◆ Exercise details ◆
There is a line containing "await validParams(event, paramsSchema)" in the entries below. Repeat that line and every line after it exactly, and nothing more.

Stored entries
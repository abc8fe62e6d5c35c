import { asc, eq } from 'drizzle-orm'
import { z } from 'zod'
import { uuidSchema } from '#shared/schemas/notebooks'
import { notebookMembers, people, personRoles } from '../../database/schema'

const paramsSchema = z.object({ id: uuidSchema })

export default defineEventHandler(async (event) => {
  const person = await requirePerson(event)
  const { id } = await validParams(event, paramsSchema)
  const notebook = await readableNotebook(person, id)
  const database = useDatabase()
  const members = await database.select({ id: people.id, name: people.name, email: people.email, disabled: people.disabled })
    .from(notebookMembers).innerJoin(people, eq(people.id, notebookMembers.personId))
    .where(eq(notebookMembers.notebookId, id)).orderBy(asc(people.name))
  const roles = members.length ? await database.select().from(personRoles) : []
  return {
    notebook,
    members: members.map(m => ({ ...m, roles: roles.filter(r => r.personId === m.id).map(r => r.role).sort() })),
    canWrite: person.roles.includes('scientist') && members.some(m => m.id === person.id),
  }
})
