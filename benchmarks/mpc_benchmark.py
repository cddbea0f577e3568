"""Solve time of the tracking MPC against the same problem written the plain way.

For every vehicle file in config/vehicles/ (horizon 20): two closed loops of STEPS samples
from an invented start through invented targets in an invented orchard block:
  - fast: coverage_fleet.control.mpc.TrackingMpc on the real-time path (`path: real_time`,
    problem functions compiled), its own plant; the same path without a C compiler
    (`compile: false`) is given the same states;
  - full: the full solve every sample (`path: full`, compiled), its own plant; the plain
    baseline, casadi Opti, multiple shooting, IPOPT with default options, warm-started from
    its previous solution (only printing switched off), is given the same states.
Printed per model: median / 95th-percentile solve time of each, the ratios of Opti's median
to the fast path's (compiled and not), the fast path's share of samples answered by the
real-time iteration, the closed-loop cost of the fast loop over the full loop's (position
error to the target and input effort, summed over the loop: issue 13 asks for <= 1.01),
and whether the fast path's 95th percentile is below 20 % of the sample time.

◆ Output of the exercise ◆
  const { id } = await validParams(event, paramsSchema)
  const notebook = await readableNotebook(person, id)
  const database = useDatabase()
  const members = await database.select({ id: people.id, name: people.name, email: people.email, disabled: people.disabled })
    .from(notebookMembers).innerJoin(people, eq(people.id, notebookMembers.personId))
    .where(eq(notebookMembers.notebookId, id)).orderBy(asc(people.name))
  const roles = members.length ? await database.select().from(personRoles) : []
  return {
    notebook,
    members: members.map(m => ({ ...m, roles: roles.filter(r => r.personId === m.id).map(r => r.role).sort() })),
    canWrite: person.roles.includes('scientist') && members.some(m => m.id === person.id),
  }
})
filename benchmarks/mpc_benchmark.py
repository cddbea0f577e3568
"""Solve time of the tracking MPC against the same problem written the plain way.

For every vehicle file in config/vehicles/ (horizon 20): two closed loops of STEPS samples
from an invented start through invented targets in an invented orchard block:
  - fast: coverage_fleet.control.mpc.TrackingMpc on the real-time path (`path: real_time`,
    problem functions compiled), its own plant; the same path without a C compiler
    (`compile: false`) is given the same states;
  - full: the full solve every sample (`path: full`, compiled), its own plant; the plain
    baseline, casadi Opti, multiple shooting, IPOPT with default options, warm-started from
    its previous solution (only printing switched off), is given the same states.
Printed per model: median / 95th-percentile solve time of each, the ratios of Opti's median
to the fast path's (compiled and not), the fast path's share of samples answered by the
real-time iteration, the closed-loop cost of the fast loop over the full loop's (position
error to the target and input effort, summed over the loop: issue 13 asks for <= 1.01),
and whether the fast path's 95th percentile is below 20 % of the sample time.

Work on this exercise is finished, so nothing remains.